Florence Aline Rodway

She is best known for having painted portraits of notable figures in Australian history, including Dame Nellie Melba, William Bridges, J. F. Archibald and Henry Lawson.

One 1909 critic went so far as to say that gender was irrelevant in her case: 'Sex is an accident — the capacity for expressing the infinitely large or the infinitesimally little cannot be gauged by outward measurements.

Else, why does Florence Rodway, tall, slight and blonde, revel in peopling large spaces with the Titanic creatures of her imagination.

In a newspaper review of the Society of Artists' 1916 exhibition, she was commended as: 'the principal "dealer in magic and spells" due to pastel effort is Miss Florence Rodway, whose portraits are again one of the leading features of the show.

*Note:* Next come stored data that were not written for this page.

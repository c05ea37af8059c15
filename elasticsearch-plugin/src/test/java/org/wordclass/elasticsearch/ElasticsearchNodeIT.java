package org.wordclass.elasticsearch;

import java.nio.file.Path;
import java.util.List;
import org.junit.BeforeClass;
import org.wordclass.nodetesting.NodeProcess;
import org.wordclass.nodetesting.PluginOnNodeTestCase;

/**
 * The built plugin zip on a real Elasticsearch 8.17.4 node (the integ-test distribution from
 * Maven Central, unpacked by the build), installed with {@code bin/elasticsearch-plugin install
 * --batch} and used over REST with the same scenario as the OpenSearch plugin's test.
 *
 * <p>The distribution has security on by default; the test node turns it off
 * ({@code xpack.security.enabled=false}), and the disk-usage threshold too (on a fairly full disk
 * the shards would stay unassigned). {@code GET /} answers 405 on this distribution, so readiness
 * is checked on {@code GET /_nodes}.
 */
public class ElasticsearchNodeIT extends PluginOnNodeTestCase {
  @BeforeClass
  public static void installAndStart() throws Exception {
    startNode(NodeProcess.Engine.ELASTICSEARCH, Path.of(System.getProperty("es.home")), Path.of(System.getProperty("es.plugin.zip")),
        512, List.of("xpack.security.enabled=false", "cluster.routing.allocation.disk.threshold_enabled=false", "xpack.ml.enabled=false"));
  }
}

The most striking example of her talent is the strong, young, handsome face of a woman full of vitality and expression, in which the flesh-tones show up admirably against the yellow, gold-tinted background.

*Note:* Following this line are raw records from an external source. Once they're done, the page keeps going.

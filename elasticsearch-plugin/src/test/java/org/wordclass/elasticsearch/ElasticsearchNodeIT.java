package org.wordclass.elasticsearch;

import static org.junit.Assert.assertFalse;
import static org.junit.Assert.assertTrue;

import java.io.IOException;
import java.nio.file.Files;
import java.nio.file.Path;
import java.nio.file.attribute.PosixFilePermissions;
import java.util.List;
import org.junit.AfterClass;
import org.junit.BeforeClass;
import org.junit.Test;
import org.wordclass.nodetesting.ConfigFiles;
import org.wordclass.nodetesting.NodeProcess;
import org.wordclass.nodetesting.Rest;
import org.wordclass.nodetesting.RestScenario;

/**
 * The built plugin zip on a real Elasticsearch 8.17.4 node (the integ-test distribution from
 * Maven Central, unpacked by the build), installed with {@code bin/elasticsearch-plugin install
 * --batch} and used over REST with the same scenario as the OpenSearch plugin's test.
 *
 * <p>The distribution has security on by default; the test node turns it off
 * ({@code xpack.security.enabled=false}) and the disk-usage threshold too (a fairly full disk
 * would otherwise leave the shards unassigned). {@code GET /} answers 405 on this distribution, so
 * readiness is checked on {@code GET /_nodes}.
 */
public class ElasticsearchNodeIT {
  private static NodeProcess node;
  private static RestScenario scenario;

  @BeforeClass
  public static void installAndStart() throws Exception {
    node = NodeProcess.install(NodeProcess.Engine.ELASTICSEARCH,
        Path.of(System.getProperty("es.home")), Path.of(System.getProperty("es.plugin.zip")));
    try {
      ConfigFiles.install(node.configDir());
      Path locked = Files.writeString(node.configDir().resolve("wordclass/locked.wcm"), "x");
      Files.setPosixFilePermissions(locked, PosixFilePermissions.fromString("---------"));
      node.start(512, List.of("xpack.security.enabled=false", "cluster.routing.allocation.disk.threshold_enabled=false",
          "xpack.ml.enabled=false"));
    } catch (Exception | Error e) {
      stop();
      throw e;
    }
    scenario = new RestScenario(node);
  }

  @AfterClass
  public static void stop() {
    if (node != null) {
      long pid = node.serverPid();
      node.close();
      node = null;
      assertFalse("the server process " + pid + " has ended", ProcessHandle.of(pid).map(ProcessHandle::isAlive).orElse(false));
    }
  }

  @Test
  public void theInstalledPluginTagsIndexesAndQueries() throws IOException {
    Rest.Response plugins = node.call("GET", "/_cat/plugins?format=json", null);
    assertTrue(plugins.text, plugins.text.contains("\"component\":\"wordclass\""));
    scenario.createAndIndex();
    scenario.analyzeShowsClasses();
    scenario.queriesFindByClass();
    scenario.resultsComeFromEveryShard();
    scenario.badQueriesAreRefused();
    node.call("DELETE", "/" + RestScenario.INDEX, null);
  }

  @Test
  public void badSettingsAreRefusedWith400() throws IOException {
    // locked.wcm belongs to the node's user, who may not read it
    scenario.badSettingsAreRefused("wordclass/locked.wcm");
  }
}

Miss Rodway's portraits of children are charming, and we like also the homely interior entitled "The New Teapot," in which the artist's fine appreciation of the pastel medium is markedly apparent.

[10] The Australian War Memorial commissioned portraits of William Bridges (1920), Henry Normand MacLaurin (1922) and Captain Walter Gilchrist (1925).

She was chosen to represent Australia in 1928, with other artists including Thea Proctor, Margaret Preston, John Longstaff, Arthur Streeton and Hans Heysen, at the London exhibition of contemporary art of the Empire at the Imperial Institute, South Kensington.